From: "Denis V. Lunev" <den@openvz.org>
To: Kevin Wolf <kwolf@redhat.com>
Cc: Paolo Bonzini <pbonzini@redhat.com>,
Laszlo Ersek <lersek@redhat.com>,
qemu-devel@nongnu.org, qemu-block@nongnu.org
Subject: Re: [Qemu-devel] [PATCH 1/1] blk: do not select PFLASH device for internal snapshot
Date: Tue, 12 Jan 2016 19:58:18 +0300 [thread overview]
Message-ID: <569530AA.6000703@openvz.org> (raw)

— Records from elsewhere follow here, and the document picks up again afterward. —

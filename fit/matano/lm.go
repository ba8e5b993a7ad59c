package matano

import (
	"math"

	"github.com/fickfit/fickfit/internal/dense"
)

// The smoother has its own small Levenberg–Marquardt rather than fit.Solve
// for three reasons. The band refits the whole smoother (every number of
// terms it tries, from its starts) for each of ~1000 bootstrap replicates,
// so a fit that is heading for an inadmissible curve (a term narrower than
// the point spacing, wider than the data, or with vanishing weight) must be
// abandoned at once, not after the iteration limit. The problem it solves is unit-free
// by construction (positions scaled to [−1, 1], values to about [0, 1]; see
// scaling), so nothing here depends on the units or on how a general solver
// treats them. And the smoother's acceptance rule (a first-order certificate
// plus identifiability, below) is part of what the band resamples: it must
// not change when the general solver's tolerances are tuned for other models.

// Limits and tolerances of one smoother fit.
const (
	lmMaxIter = 100   // accepted iterations
	lmStall   = 10    // a fit whose S falls, over lmStall accepted iterations,
	lmCrawl   = 1e-3  // by less than lmCrawl of what the Gauss–Newton model promised is crawling
	lmLambda0 = 1e-3  // initial damping, relative to the scaled JᵀJ (unit diagonal)
	lmPred    = 1e-12 // certificate: predicted relative reduction of S by a near Gauss–Newton step
	lmGrad    = 1e-9  // certificate: largest cosine between residuals and a Jacobian column
	lmPivot   = 1e-12 // smallest squared Cholesky pivot of the unit-diagonal JᵀJ (identifiability)
)

// lmWork is the scratch space of one fit; a worker reuses it across fits.
type lmWork struct {
	p, trial, f, ftr, jac []float64
	a, chol, g, d, delta  []float64
	phi, phitr            []float64 // Φₖ(uᵢ) at p and at the trial point
	s                     Smooth
}

func (w *lmWork) size(n, np, k int) {
	grow := func(v []float64, m int) []float64 {
		if cap(v) < m {
			return make([]float64, m)
		}
		return v[:m]
	}
	w.p, w.trial = grow(w.p, np), grow(w.trial, np)
	w.f, w.ftr = grow(w.f, n), grow(w.ftr, n)
	w.jac = grow(w.jac, n*np)
	w.a, w.chol = grow(w.a, np*np), grow(w.chol, np*np)
	w.g, w.d, w.delta = grow(w.g, np), grow(w.d, np), grow(w.delta, np)
	w.phi, w.phitr = grow(w.phi, n*k), grow(w.phitr, n*k)
	w.s.W, w.s.M, w.s.S = grow(w.s.W, k), grow(w.s.M, k), grow(w.s.S, k)
}

// lmFit minimises Σ(vᵢ − C(uᵢ; p))² for the erf sum of k terms from p0 by
// Levenberg–Marquardt with Moré's scaling (J. J. Moré, "The
// Levenberg–Marquardt algorithm: implementation and theory", Springer LNM
// 630, 1978): (JᵀJ + λ·diag(d²)) δ = Jᵀr, dⱼ the running maximum of the
// column norms. It returns the parameters and residual sum of squares and
// ok = true only on a first-order certificate at an accepted point (the
// near Gauss–Newton step predicts a relative reduction of S below 1e-12,
// or every column of J is orthogonal to the residuals to 1e-9) with the
// scaled JᵀJ numerically positive definite (the terms are identified).
// abandon is asked after each accepted step; when it says so the fit stops
// with ok = false.
func lmFit(u, v []float64, k int, p0 []float64, w *lmWork, abandon func(*Smooth) bool) (p []float64, rss float64, ok bool) {
	m := erfSum{k: k}
	n, np := len(u), m.np()
	w.size(n, np, k)
	p = w.p
	copy(p, p0)
	clear(w.d)
	sumsq := func(f []float64) float64 {
		var s float64
		for i, y := range v {
			r := y - f[i]
			s += r * r
		}
		return s
	}
	// The rounding level of S: an exact fit (noise-free data) stops there.
	var vn float64
	for _, y := range v {
		vn += y * y
	}
	floor := 64 * 0x1p-52 * math.Sqrt(vn)
	floor *= floor
	m.values(p, u, w.f, &w.s, w.phi)
	cur := sumsq(w.f)
	if !finite(cur) {
		return nil, 0, false
	}
	m.jacobian(u, &w.s, w.phi, w.jac)
	lambda, nu := lmLambda0, 2.0
	// S and the reduction the near Gauss–Newton step promised, at the last
	// lmStall accepted iterations.
	var histS, histPred [lmStall]float64
	for iter := 0; iter < lmMaxIter; iter++ {
		// Normal equations A = JᵀJ (lower triangle, then mirrored), g = Jᵀr.
		a, g := w.a, w.g
		clear(a)
		clear(g)
		for i := 0; i < n; i++ {
			row := w.jac[i*np : (i+1)*np]
			r := v[i] - w.f[i]
			for aa, ja := range row {
				g[aa] += ja * r
				arow := a[aa*np : aa*np+aa+1]
				for bb := range arow {
					arow[bb] += ja * row[bb]
				}
			}
		}
		for aa := 0; aa < np; aa++ {
			for bb := 0; bb < aa; bb++ {
				a[bb*np+aa] = a[aa*np+bb]
			}
			if cn := math.Sqrt(a[aa*np+aa]); cn > w.d[aa] {
				w.d[aa] = cn
			}
		}
		if !allFinite(a) || !allFinite(g) {
			return nil, 0, false
		}
		var gmax float64
		for aa := 0; aa < np; aa++ {
			if w.d[aa] > 0 && cur > 0 {
				gmax = math.Max(gmax, math.Abs(g[aa])/(w.d[aa]*math.Sqrt(cur)))
			}
		}
		if gmax <= lmGrad {
			return p, cur, identified(a, np, w.chol)
		}
		// The certificate: the near Gauss–Newton step (damping λ₀)
		// predicts no reduction of S worth having.
		predGN := math.Inf(1)
		if damped(a, g, w.d, lmLambda0, w.chol, w.delta, np) {
			predGN = predicted(a, g, w.delta, np)
		}
		if predGN <= lmPred*cur+floor {
			return p, cur, identified(a, np, w.chol)
		}
		// A fit that keeps missing what the local model promises is in a
		// curved valley (terms trading places, a weight running off) that
		// it will not leave with a certificate: give it up.
		if j := iter % lmStall; iter >= lmStall && histS[j]-cur < lmCrawl*histPred[j] {
			return nil, 0, false
		}
		histS[iter%lmStall], histPred[iter%lmStall] = cur, predGN
		stepped := false
		for tries := 0; tries < 30; tries++ {
			if !damped(a, g, w.d, lambda, w.chol, w.delta, np) {
				lambda *= 10
				continue
			}
			pred := predicted(a, g, w.delta, np)
			for aa := range w.trial {
				w.trial[aa] = p[aa] + w.delta[aa]
			}
			m.values(w.trial, u, w.ftr, &w.s, w.phitr)
			next := sumsq(w.ftr)
			if !(next < cur) { // also NaN
				lambda *= nu
				nu *= 2
				continue
			}
			// Accepted: the Jacobian at the new point, and Nielsen's
			// update of the damping (H. B. Nielsen, "Damping parameter in
			// Marquardt's method", IMM-REP-1999-05, DTU, 1999).
			rho := (cur - next) / math.Max(pred, 1e-300)
			copy(p, w.trial)
			w.f, w.ftr = w.ftr, w.f
			w.phi, w.phitr = w.phitr, w.phi
			m.jacobian(u, &w.s, w.phi, w.jac)
			cur = next
			r := 2*rho - 1
			lambda = math.Max(lambda*math.Max(1.0/3, 1-r*r*r), 1e-12)
			nu = 2
			stepped = true
			break
		}
		if !stepped {
			return nil, 0, false
		}
		if abandon != nil {
			m.fill(p, &w.s)
			if abandon(&w.s) {
				return nil, 0, false
			}
		}
	}
	return nil, 0, false
}

// damped solves (A + λ·diag(d²)) δ = g into delta, using chol as scratch;
// false when the damped matrix is not numerically positive definite.
func damped(a, g, d []float64, lambda float64, chol, delta []float64, np int) bool {
	copy(chol, a)
	for j := 0; j < np; j++ {
		dj := d[j]
		if dj == 0 {
			dj = 1
		}
		chol[j*np+j] += lambda * dj * dj
	}
	if !dense.Cholesky(chol, np, 0) {
		return false
	}
	dense.CholSubst(chol, g, delta, np)
	return true
}

// identified reports whether the unit-diagonal scaling of JᵀJ (a, np×np)
// has every squared Cholesky pivot above lmPivot: below it the smallest
// eigenvalue is below lmPivot too (a pivot is a Schur complement's
// diagonal, which bounds its smallest eigenvalue from above) and the
// condition number exceeds 1/lmPivot.
func identified(a []float64, np int, scratch []float64) bool {
	for i := 0; i < np; i++ {
		di := math.Sqrt(a[i*np+i])
		if !(di > 0) {
			return false
		}
		for j := 0; j < np; j++ {
			dj := math.Sqrt(a[j*np+j])
			scratch[i*np+j] = a[i*np+j] / (di * dj)
		}
	}
	if !dense.Cholesky(scratch, np, 0) {
		return false
	}
	for i := 0; i < np; i++ {
		if l := scratch[i*np+i]; l*l < lmPivot {
			return false
		}
	}
	return true
}

// predicted is the reduction of S the linear model predicts for the step
// δ: 2δᵀg − δᵀAδ.
func predicted(a, g, delta []float64, np int) float64 {
	var pred float64
	for aa := 0; aa < np; aa++ {
		var ad float64
		for bb := 0; bb < np; bb++ {
			ad += a[aa*np+bb] * delta[bb]
		}
		pred += delta[aa] * (2*g[aa] - ad)
	}
	return pred
}

func allFinite(v []float64) bool {
	for _, x := range v {
		if !finite(x) {
			return false
		}
	}
	return true
}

In-Reply-To: <20160112165247.GJ4841@noname.redhat.com>
On 01/12/2016 07:52 PM, Kevin Wolf wrote:
> Am 12.01.2016 um 17:35 hat Denis V. Lunev geschrieben:
>> On 01/12/2016 06:47 PM, Denis V. Lunev wrote:
>>> On 01/12/2016 06:20 PM, Kevin Wolf wrote:
>>>> Am 12.01.2016 um 15:59 hat Paolo Bonzini geschrieben:
>>>>> On 12/01/2016 15:16, Kevin Wolf wrote:
>>>>>>> Thus we should avoid selection of "pflash" drives for VM
>>>>>>> state saving.
>>>>>>>
>>>>>>> For now "pflash" is read-write raw image as it configured by libvirt.
>>>>>>> Thus there are no such images in the field and we could
>>>>>>> safely disable
>>>>>>> ability to save state to those images inside QEMU.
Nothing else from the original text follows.